The increase or decrease in the price of a stock between the beginning and the end of a trading day is assumed to be an equally likely random event. What is the probability that a stock will show a decrease in its closing price on eleven consecutive days?
(Round to four decimal places)
So I was given the formula P(x)= n! / x! (n-x)! π^x (1-π)^n-x
I got these values
n=11
x = 11
π = 0.5 since P(increase) = P(decrease) = 1/2
I used the formula above but got the incorrect answer. Can i get some help with this problem? Thanks.
The correct answer is 0.0098.
Using the formula you provided, the answer would be:
P(x) = 11! / 11! (11-11)! (0.5)^11 (0.5)^(11-11) = 0.0098
To solve this problem, you need to calculate the probability of a stock showing a decrease in its closing price on eleven consecutive days. You are given the formula P(x) = n! / x! (n-x)! π^x (1-π)^n-x, where:
P(x) represents the probability of obtaining exactly x successes in n trials.
n represents the total number of trials.
x represents the number of successful trials.
π represents the probability of success in a single trial.
Given that n = 11, x = 11, and π = 0.5 (since both increase and decrease have an equal chance of occurring), let's calculate the probability step by step:
1. Calculate the factorials:
n! = 11! = (11)(10)(9)(8)(7)(6)(5)(4)(3)(2)(1) = 39,916,800
x! = 11! = (11)(10)(9)(8)(7)(6)(5)(4)(3)(2)(1) = 39,916,800
(n - x)! = (11 - 11)! = 0! = 1
2. Determine π^x:
π^x = 0.5^11 = 0.00048828125 (to 11 decimal places)
3. Determine (1 - π)^(n - x):
(1 - π)^(n - x) = (1 - 0.5)^(11 - 11) = 0^0 = 1
4. Plug the values into the formula:
P(x) = n! / x! (n - x)! π^x (1 - π)^(n - x)
= (39,916,800) / (39,916,800)(1)(0.00048828125)(1)
= 0.00048828125
Therefore, the probability that a stock will show a decrease in its closing price on eleven consecutive days is approximately 0.0005 (rounded to four decimal places).
To calculate the probability of a stock showing a decrease in its closing price on eleven consecutive days, you can use the binomial probability distribution formula:
P(x) = nCx * p^x * (1 - p)^(n - x)
Where:
- n is the number of trials (days in this case)
- x is the number of successes (decreases in this case)
- p is the probability of success on a single trial (probability of a decrease in this case)
In this case:
- n = 11
- x = 11 (since we want to calculate the probability of 11 consecutive decreases)

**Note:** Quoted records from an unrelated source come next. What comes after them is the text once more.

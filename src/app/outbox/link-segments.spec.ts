import { linkSegments } from './link-segments';

describe('linkSegments', () => {
  it('turns http(s) addresses into links and keeps the text around them', () => {
    const segments = linkSegments('Join here: http://127.0.0.1:8640/invitation?token=abc.\nThanks');
    expect(segments).toEqual([
      { text: 'Join here: ' },
      { text: 'http://127.0.0.1:8640/invitation?token=abc', href: 'http://127.0.0.1:8640/invitation?token=abc' },
      { text: '.\nThanks' },
    ]);
  });

  it('never makes a link of other schemes', () => {
    const segments = linkSegments('javascript:alert(1) and mailto:x@y.example');
    expect(segments.every((s) => s.href === undefined)).toBe(true);
    expect(segments.map((s) => s.text).join('')).toBe('javascript:alert(1) and mailto:x@y.example');
  });

  it('returns the text whole when there is no address', () => {
    expect(linkSegments('no links')).toEqual([{ text: 'no links' }]);
    expect(linkSegments('')).toEqual([]);
  });
});
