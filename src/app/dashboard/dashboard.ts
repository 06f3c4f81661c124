import { DatePipe } from '@angular/common';
import { Component, inject } from '@angular/core';
import { toObservable, toSignal } from '@angular/core/rxjs-interop';
import { MatButtonModule } from '@angular/material/button';
import { MatIconModule } from '@angular/material/icon';
import { MatListModule } from '@angular/material/list';
import { MatProgressBarModule } from '@angular/material/progress-bar';
import { RouterLink } from '@angular/router';
import { type Observable, catchError, of, switchMap } from 'rxjs';
import { Auth } from '../core/auth/auth';
import { roleLabel } from '../core/auth/role-label';
import { ErrorReport } from '../core/errors/error-report';
import { CurrentGroup } from '../core/group/current-group';
import { MembersApi } from '../core/api/members-api';
import { actionDetail, actionLabel } from './action-label';
import { DashboardApi } from './dashboard-api';

/** The group's landing page: what happened lately, who is in it, where to go next. */
@Component({
  selector: 'pw-dashboard',
  imports: [DatePipe, RouterLink, MatButtonModule, MatIconModule, MatListModule, MatProgressBarModule],
  templateUrl: './dashboard.html',
  styleUrl: './dashboard.scss',
})
export class Dashboard {
  private readonly api = inject(DashboardApi);
  private readonly membersApi = inject(MembersApi);
  private readonly errors = inject(ErrorReport);
  private readonly currentGroup = inject(CurrentGroup);
  private readonly groupId$ = toObservable(this.currentGroup.id);

  protected readonly group = this.currentGroup.group;
  protected readonly isAdmin = this.currentGroup.isAdmin;
  protected readonly siteOperator = inject(Auth).siteOperator;
  protected readonly roleLabel = roleLabel;
  protected readonly actionLabel = actionLabel;
  protected readonly actionDetail = actionDetail;

  /** `undefined` while loading, `null` when the request failed (the snackbar said why). */
  protected readonly activity = toSignal(this.perGroup((id) => this.api.activity(id, 20)));
  protected readonly members = toSignal(this.perGroup((id) => this.membersApi.members(id)));

  private perGroup<T>(load: (groupId: string) => Observable<T>): Observable<T | null | undefined> {
    return this.groupId$.pipe(
      switchMap((id) =>
        id
          ? load(id).pipe(
              catchError((err: unknown) => {
                this.errors.show(err);
                return of(null);
              }),
            )
          : of(undefined),
      ),
    );
  }
}
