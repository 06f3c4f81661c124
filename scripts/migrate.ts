// Applies the drizzle-kit migrations in migrations/ (generated, never hand-edited).
//   tsx scripts/migrate.ts   (uses DATABASE_URL or the default poleward database)
import { dirname, join } from 'node:path';
import { fileURLToPath } from 'node:url';
import { drizzle } from 'drizzle-orm/node-postgres';
import { migrate as runMigrations } from 'drizzle-orm/node-postgres/migrator';
import pg from 'pg';
import { backfillDerivedFigures, backfillOutlines } from '../server/models/model-backfill.js';
import { backfillDerivedColumns } from '../server/catalogue/derived-columns-backfill.js';
import * as schema from '../server/db/schema/index.js';

const migrationsFolder = join(dirname(fileURLToPath(import.meta.url)), '..', 'migrations');

export async function migrate(databaseUrl: string): Promise<void> {
  const pool = new pg.Pool({ connectionString: databaseUrl, max: 1 });
  try {
    const db = drizzle(pool);
    await runMigrations(db, { migrationsFolder });
    // Data the migrations cannot compute in SQL: derived figures of older model versions,
    // their cavity outlines (traced from the rasterised mask), then the columns only code can
    // compute (dimensions, validity figures).
    await backfillDerivedFigures(db);
    await backfillOutlines(db);
    await backfillDerivedColumns(drizzle(pool, { schema }), (line) => console.log(line));
  } finally {
    await pool.end();
  }
}

if (process.argv[1] && fileURLToPath(import.meta.url) === process.argv[1]) {
  const { loadConfig } = await import('../server/config.js');
  const url = loadConfig().databaseUrl;
  await migrate(url);
  console.log(`[migrate] up to date: ${url}`);
}
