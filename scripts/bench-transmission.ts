/**
 * Transmission sweep speed at 10,000 sites: a 100×100 GaAs rectangle (a = 5 nm) with
 * a 10-site lead on the left and right; energies per second on one thread, for a
 * uniform sweep (no refinement) reusing one LU analysis. Prints figures only.
 *
 *   npx tsx scripts/bench-transmission.ts
 *   npx tsx scripts/bench-transmission.ts --sweep [--side=100] [--points=1000] [--spectral]
 */
import { buildCavitySystem, EffectiveHamiltonian } from '../shared/engine/effective-hamiltonian';
import { transmissionSweep } from '../shared/engine/transmission';
import { largestDifference } from '../shared/engine/mouth-interpolation';
import { execFileSync } from 'node:child_process';
import { mkdtempSync, rmSync } from 'node:fs';
import { loadavg, tmpdir } from 'node:os';
import { join } from 'node:path';
import { referenceAvailable, writeMatrix } from './bench-lu';
import type { CavityModelInput } from '../shared/model/cavity-model';

export function rectangleModel(side: number): CavityModelInput {
  return {
    name: `bench rectangle ${side}×${side}`,
    spacing: 5,
    material: 'gaas',
    grid: { nx: side, ny: side },
    shape: { kind: 'rectangle', x0: 0, y0: 0, width: 5 * side, height: 5 * side },
    leads: [
      { side: 'left', start: Math.round(side * 0.2), width: 10 },
      { side: 'right', start: Math.round(side * 0.65), width: 10 },
    ],
  };
}

export async function benchTransmission(points = 200): Promise<Record<string, number>> {
  const op = new EffectiveHamiltonian(buildCavitySystem(rectangleModel(100)));
  const t = op.hopping;
  const started = performance.now();
  const sweep = transmissionSweep(op, { emin: 0.05 * t, emax: 0.45 * t, points });
  const seconds = (performance.now() - started) / 1000;
  const figures = {
    sites: op.n,
    energies: sweep.points.length,
    seconds,
    energiesPerSecond: sweep.points.length / seconds,
    projected1000EnergySweepSeconds: (1000 * seconds) / sweep.points.length,
    worstCurrentResidual: sweep.worstCurrentResidual,
  };
  return figures;
}

/**
 * SciPy/SuperLU's time for one energy of a sweep (factorisation of T(E) plus a solve
 * with the open channels' right-hand sides), by scripts/lu-reference.py --solve, at
 * `count` energies spread over the window; returns the mean (ms) per energy, or null
 * when python3 with scipy is missing.
 */
function referencePerEnergy(op: EffectiveHamiltonian, energies: number[], dir: string): { wall: number; cpu: number } | null {
  if (!referenceAvailable()) return null;
  const values = new Float64Array(2 * op.rowIdx.length);
  let total = 0;
  let cpu = 0;
  for (const [k, E] of energies.entries()) {
    op.assemble({ re: E, im: 0 }, op.sheetAt(E), values);
    const file = join(dir, `sweep-${k}.bin`);
    writeMatrix(file, { n: op.n, colPtr: op.colPtr, rowIdx: op.rowIdx, values });
    const nrhs = Math.max(1, op.couplingColumns(E).count);
    // min of 3 calls per energy: wall times at high load scatter by 3× from call to call
    const line = execFileSync('python3', [join(import.meta.dirname, 'lu-reference.py'), `--solve=${nrhs}`, '3', file], { encoding: 'utf8' });
    const r = JSON.parse(line.trim().split('\n').pop()!) as { minMs: number; minCpuMs: number };
    total += r.minMs;
    cpu += r.minCpuMs;
  }
  return { wall: total / energies.length, cpu: cpu / energies.length };
}

/**
 * A 1,000-energy sweep at 10,000 sites: the product's sweep (by default G on the mouths from
 * the closed cavity's Schur complement, mouth-schur.ts) against the reference (one SuperLU
 * factorisation and solve per energy, timed at 20 energies before and 20 after the product's
 * run and scaled to 1,000, so that load from elsewhere hits both alike), then the direct
 * sweep (one complex LU and solves per energy, method 'direct') for the largest |ΔT| over
 * every energy; with `spectral`, the spectral sweep (mouth-spectral.ts) too. Each timed
 * sweep includes its symbolic analysis; a short untimed sweep of each kind runs first.
 */
export async function benchSweep1000(points = 1000, side = 100, spectral = false): Promise<Record<string, number | string>> {
  const op = new EffectiveHamiltonian(buildCavitySystem(rectangleModel(side)));
  const t = op.hopping;
  const request = { emin: 0.05 * t, emax: 0.45 * t, points };
  const dir = mkdtempSync(join(tmpdir(), 'poleward-sweep-'));
  const out: Record<string, number | string> = { sites: op.n, energies: points };
  try {
    const sample = (shift: number) => Array.from({ length: 20 }, (_, k) => request.emin + ((request.emax - request.emin) * (k + shift)) / 20);
    const loads = [loadavg()[0]];
    const cpuSeconds = (c0: NodeJS.CpuUsage) => {
      const c = process.cpuUsage(c0);
      return (c.user + c.system) / 1e6;
    };
    const timed = <T>(run: () => T): { result: T; wall: number; cpu: number } => {
      const started = performance.now();
      const c0 = process.cpuUsage();
      const result = run();
      return { result, wall: (performance.now() - started) / 1000, cpu: cpuSeconds(c0) };
    };
    // Untimed warm-up of both sweeps (JIT, the WebAssembly modules' optimising tier), as the
    // reference script makes one untimed call first; each timed sweep still analyses its pattern.
    transmissionSweep(op, { ...request, points: 40 });
    transmissionSweep(op, { ...request, points: 10, method: 'direct' });
    const before = referencePerEnergy(op, sample(0.25), dir);
    loads.push(loadavg()[0]);
    const product = timed(() => transmissionSweep(op, request));
    loads.push(loadavg()[0]);
    const after = referencePerEnergy(op, sample(0.75), dir);
    loads.push(loadavg()[0]);
    const direct = timed(() => transmissionSweep(op, { ...request, method: 'direct' }));
    loads.push(loadavg()[0]);
    let worst = 0;
    direct.result.points.forEach((p, k) => (worst = Math.max(worst, largestDifference(p, product.result.points[k]))));
    out['product sweep (Schur complement): seconds (wall / CPU)'] = `${product.wall.toFixed(2)} / ${product.cpu.toFixed(2)}`;
    out['direct (one complex LU per energy): seconds (wall / CPU)'] = `${direct.wall.toFixed(2)} / ${direct.cpu.toFixed(2)}`;
    if (before !== null && after !== null) {
      const reference = (points * 0.5 * (before.wall + after.wall)) / 1000;
      const referenceCpu = (points * 0.5 * (before.cpu + after.cpu)) / 1000;
      out[`reference (SuperLU per energy, 2×20 energies, ×${points}/20): seconds (wall / CPU)`] = `${reference.toFixed(1)} / ${referenceCpu.toFixed(1)}`;
      out['ratio product / reference, wall / CPU (target ≤ 0.15)'] = `${(product.wall / reference).toFixed(3)} / ${(product.cpu / referenceCpu).toFixed(3)}`;
      out['ratio direct / reference, wall / CPU'] = `${(direct.wall / reference).toFixed(3)} / ${(direct.cpu / referenceCpu).toFixed(3)}`;
    } else out['reference'] = 'skipped: python3 with scipy not found (apt-get install python3-scipy, or pip install scipy)';
    out['max |ΔT| product against direct, every energy (target < 1e-10)'] = worst;
    if (spectral) {
      const s = timed(() => transmissionSweep(op, { ...request, spectral: true }));
      loads.push(loadavg()[0]);
      let worstSpectral = 0;
      direct.result.points.forEach((p, k) => (worstSpectral = Math.max(worstSpectral, largestDifference(p, s.result.points[k]))));
      const summary = s.result.spectral!;
      out['spectral: seconds (wall / CPU)'] = `${s.wall.toFixed(1)} / ${s.cpu.toFixed(1)}`;
      out['spectral: used / eigenpairs / nodes'] = `${summary.used ? 'yes' : `NO (${summary.reason})`} / ${summary.eigenpairs} / ${summary.nodes}`;
      out['spectral: max |ΔT| against direct'] = worstSpectral;
    }
    out[`load average 1m (start / ref / product / ref / direct${spectral ? ' / spectral' : ''})`] = loads.map((x) => x.toFixed(1)).join(' / ');
  } finally {
    rmSync(dir, { recursive: true, force: true });
  }
  return out;
}

if (process.argv.includes('--sweep') && process.argv[1]?.endsWith('bench-transmission.ts')) {
  const side = Number(process.argv.find((x) => x.startsWith('--side='))?.slice(7) ?? 100);
  const points = Number(process.argv.find((x) => x.startsWith('--points='))?.slice(9) ?? 1000);
  for (const [k, v] of Object.entries(await benchSweep1000(points, side, process.argv.includes('--spectral'))))
    console.log(`${k.padEnd(66)} ${typeof v === 'number' ? v.toPrecision(4) : v}`);
}

if (import.meta.url === `file://${process.argv[1]}` && !process.argv.includes('--sweep')) {
  const f = await benchTransmission();
  for (const [k, v] of Object.entries(f)) console.log(`${k.padEnd(34)} ${Number.isInteger(v) ? v : v.toPrecision(4)}`);
}
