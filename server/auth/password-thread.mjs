// The body of the password-hashing threads (server/auth/password-hasher.ts). Plain
// JavaScript so the thread starts without a TypeScript loader.
import bcrypt from 'bcryptjs';

/** @param {{ op: 'hash', password: string, cost: number } | { op: 'verify', password: string, hash: string }} task */
export default function run(task) {
  return task.op === 'hash' ? bcrypt.hashSync(task.password, task.cost) : bcrypt.compareSync(task.password, task.hash);
}
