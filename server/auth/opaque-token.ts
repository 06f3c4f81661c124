import { createHash, randomBytes } from 'node:crypto';

/**
 * Random secrets handed out once (invitation and reset links, personal API tokens).
 * 32 random bytes = 256 bits, so a fast sha256 is enough for storage: there is nothing
 * to brute-force, unlike a password.
 */
export function newOpaqueToken(prefix = ''): string {
  return prefix + randomBytes(32).toString('base64url');
}

export function hashOpaqueToken(token: string): string {
  return createHash('sha256').update(token, 'utf8').digest('hex');
}

/** Prefix of personal API tokens, so a leaked one is recognisable in logs and scanners. */
export const apiTokenPrefix = 'pwt_';
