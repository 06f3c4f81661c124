/**
 * The engine from the command line: reads a cavity model document (JSON) and
 * prints results as JSON on stdout. Errors go to stderr with a non-zero exit
 * status (2: bad command or flag, 1: bad file, invalid model, failed computation).
 *
 *   npm run engine -- info MODEL.json [--energy E]
 *   npm run engine -- transmission MODEL.json --emin X --emax Y --points N [--refine MAXPOINTS] [--tolerance T] [--interpolate]
 *   npm run engine -- poles MODEL.json --emin X --emax Y --gmax Z [--probes P] [--seed S] [--max-nodes M] [--modes]
 *   npm run engine -- closed MODEL.json --target E --count K [--vectors]
 *
 * Energies and widths in meV, lifetimes in ps.
 */
import { readFileSync } from 'node:fs';
import { buildCavitySystem, EffectiveHamiltonian, InvalidModelError } from '../shared/engine/effective-hamiltonian';
import { transmissionSweep } from '../shared/engine/transmission';
import { closedCavityEigenvalues } from '../shared/engine/closed-cavity';
import { validateCavityModel, formatIssuePath } from '../shared/model/cavity-model';
import { deriveFigures } from '../shared/model/derived-figures';
import { lifetimeFromWidth } from '../shared/units/constants';

class UsageError extends Error {}

const USAGE = `usage:
  engine info MODEL.json [--energy E]
  engine transmission MODEL.json --emin X --emax Y --points N [--refine MAXPOINTS] [--tolerance T] [--interpolate]
  engine poles MODEL.json --emin X --emax Y --gmax Z [--probes P] [--seed S] [--max-nodes M] [--modes]
  engine closed MODEL.json --target E --count K [--vectors]
(energies in meV)`;

const FLAGS: Record<string, { numbers: string[]; switches: string[]; required: string[] }> = {
  info: { numbers: ['energy'], switches: [], required: [] },
  transmission: { numbers: ['emin', 'emax', 'points', 'refine', 'tolerance'], switches: ['interpolate'], required: ['emin', 'emax', 'points'] },
  poles: { numbers: ['emin', 'emax', 'gmax', 'probes', 'seed', 'max-nodes'], switches: ['modes'], required: ['emin', 'emax', 'gmax'] },
  closed: { numbers: ['target', 'count'], switches: ['vectors'], required: ['target', 'count'] },
};

function parseArgs(argv: string[]): { command: string; file: string; numbers: Record<string, number>; switches: Set<string> } {
  const [command, file, ...rest] = argv;
  if (!command || command === '--help' || command === '-h') throw new UsageError('no command given');
  const spec = FLAGS[command];
  if (!spec) throw new UsageError(`unknown command '${command}' (expected ${Object.keys(FLAGS).join(', ')})`);
  if (!file || file.startsWith('--')) throw new UsageError(`'${command}' needs a model file`);
  const numbers: Record<string, number> = {};
  const switches = new Set<string>();
  for (let k = 0; k < rest.length; k++) {
    const arg = rest[k];
    if (!arg.startsWith('--')) throw new UsageError(`unexpected argument '${arg}'`);
    const name = arg.slice(2);
    if (spec.switches.includes(name)) {
      switches.add(name);
      continue;
    }
    if (!spec.numbers.includes(name)) throw new UsageError(`unknown flag --${name} for '${command}'`);
    const text = rest[++k];
    const value = Number(text);
    if (text === undefined || text.trim() === '' || !Number.isFinite(value)) throw new UsageError(`--${name} needs a number, got '${text ?? ''}'`);
    numbers[name] = value;
  }
  for (const name of spec.required) if (!(name in numbers)) throw new UsageError(`'${command}' needs --${name}`);
  return { command, file, numbers, switches };
}

function readModel(file: string): unknown {
  let text: string;
  try {
    text = readFileSync(file, 'utf8');
  } catch (err) {
    throw new Error(`cannot read ${file}: ${(err as Error).message}`);
  }
  try {
    return JSON.parse(text);
  } catch (err) {
    throw new Error(`${file} is not valid JSON: ${(err as Error).message}`);
  }
}

function integer(numbers: Record<string, number>, name: string, min: number): number {
  const v = numbers[name];
  if (!Number.isInteger(v) || v < min) throw new UsageError(`--${name} must be an integer ≥ ${min}, got ${v}`);
  return v;
}

async function run(argv: string[]): Promise<unknown> {
  const { command, file, numbers, switches } = parseArgs(argv);
  const doc = readModel(file);
  if (command === 'info') {
    const checked = validateCavityModel(doc);
    if (!checked.ok) throw new InvalidModelError(checked.issues);
    const sys = buildCavitySystem(doc);
    return { model: checked.model.name, ...deriveFigures(checked.model, checked.siteCount, numbers.energy), thresholds: new EffectiveHamiltonian(sys).thresholds };
  }
  const system = buildCavitySystem(doc);
  if (command === 'closed') {
    const res = closedCavityEigenvalues(system.lattice, {
      target: numbers.target,
      count: integer(numbers, 'count', 1),
      vectors: switches.has('vectors'),
    });
    return {
      target: numbers.target,
      energies: res.energies,
      residuals: res.residuals,
      steps: res.steps,
      vectors: res.vectors?.map((v) => Array.from(v)),
      sites: switches.has('vectors') ? { i: Array.from(system.sites.i), j: Array.from(system.sites.j) } : undefined,
    };
  }
  const op = new EffectiveHamiltonian(system);
  if (command === 'transmission') {
    const points = integer(numbers, 'points', 2);
    const refine = numbers.refine === undefined ? undefined : { maxPoints: integer(numbers, 'refine', points), tolerance: numbers.tolerance };
    const sweep = transmissionSweep(op, { emin: numbers.emin, emax: numbers.emax, points, refine, interpolate: switches.has('interpolate') });
    return {
      leads: system.leads.map((l) => ({ name: l.name, side: l.side, width: l.mouth.length })),
      energies: sweep.points.map((p) => p.energy),
      transmission: sweep.points.map((p) => p.transmission),
      reflection: sweep.points.map((p) => p.reflection),
      channels: sweep.points.map((p) => p.channels),
      conductance: sweep.points.map((p) => p.conductance),
      currentResidual: sweep.worstCurrentResidual,
      unitarityResidual: sweep.worstUnitarityResidual,
      gridPoints: sweep.gridPoints,
      budgetExhausted: sweep.budgetExhausted,
      directSolves: sweep.directSolves,
      ...(sweep.interpolation ? { interpolation: sweep.interpolation } : {}),
      units: { energy: 'meV', conductance: '2e²/h' },
    };
  }
  // poles
  const { findPoles } = await import('../shared/engine/poles');
  const result = findPoles(
    op,
    { emin: numbers.emin, emax: numbers.emax, gammaMax: numbers.gmax },
    {
      probes: numbers.probes === undefined ? undefined : integer(numbers, 'probes', 1),
      seed: numbers.seed,
      maxNodes: numbers['max-nodes'] === undefined ? undefined : integer(numbers, 'max-nodes', 1),
    },
  );
  return {
    ...result,
    poles: result.poles.map((p) => ({
      ...p,
      lifetimePs: p.bound ? null : lifetimeFromWidth(p.width),
      mode: switches.has('modes') ? Array.from(p.mode) : undefined,
    })),
    units: { energy: 'meV', width: 'meV', lifetime: 'ps' },
  };
}

run(process.argv.slice(2)).then(
  (out) => {
    process.stdout.write(JSON.stringify(out, null, 2) + '\n');
  },
  (err: unknown) => {
    if (err instanceof UsageError) {
      process.stderr.write(`engine: ${err.message}\n${USAGE}\n`);
      process.exitCode = 2;
    } else if (err instanceof InvalidModelError) {
      process.stderr.write('engine: invalid model\n' + err.issues.map((i) => `  ${formatIssuePath(i.path)}: ${i.message}`).join('\n') + '\n');
      process.exitCode = 1;
    } else {
      process.stderr.write(`engine: ${(err as Error).message ?? String(err)}\n`);
      process.exitCode = 1;
    }
  },
);
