// `tsx scripts/serve.ts`: the API and the workers under supervision, with no set-up
// (the database must exist and be migrated). The fault tests start the app this way.
import { loadConfig } from '../server/config.js';
import { DEFAULT_BACK_OFF } from './child-supervisor.js';
import { startServices, stopOnSignals } from './services.js';

const config = loadConfig();
// Tests shorten the first back-off step (POLEWARD_RESTART_FIRST_SECONDS) to see a restart quickly.
const first = Number(process.env.POLEWARD_RESTART_FIRST_SECONDS ?? DEFAULT_BACK_OFF.firstSeconds);
stopOnSignals(startServices({ workers: config.workers, backOff: { ...DEFAULT_BACK_OFF, firstSeconds: first } }));
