import type { Queryable } from '../db/client.js';
import type { AuthUser } from './authenticate.js';
import { groupsOfUser, type GroupOfUser } from './user-repository.js';

/** What the client keeps about the signed-in person (the API contract's Session). */
export interface Session {
  user: AuthUser;
  groups: GroupOfUser[];
  /** The pw_csrf value to echo in X-CSRF-Token; empty for personal-token callers, who need none. */
  csrfToken: string;
}

export async function sessionOf(q: Queryable, user: AuthUser, csrfToken: string): Promise<Session> {
  return { user: { id: user.id, email: user.email, name: user.name }, groups: await groupsOfUser(q, user.id), csrfToken };
}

- p = 0.5 (since both increase and decrease are assumed to be equally likely, so the probability of a decrease is 0.5)
Now, let's calculate the probability:
P(11) = 11C11 * 0.5^11 * (1 - 0.5)^(11 - 11)
First, let's calculate 11C11:
11C11 = 11! / (11!(11-11)!)
= 11! / (11!(0)!)
= 11! / (11! * 1)
= 1
Now, let's substitute the values into the formula:
P(11) = 1 * 0.5^11 * (1 - 0.5)^(11 - 11)
= 0.5^11 * 0.5^0
= 0.5^11
= 0.00048828125
So, the probability that a stock will show a decrease in its closing price on eleven consecutive days is approximately 0.0005, rounded to four decimal places.
Therefore, the correct answer is 0.0005.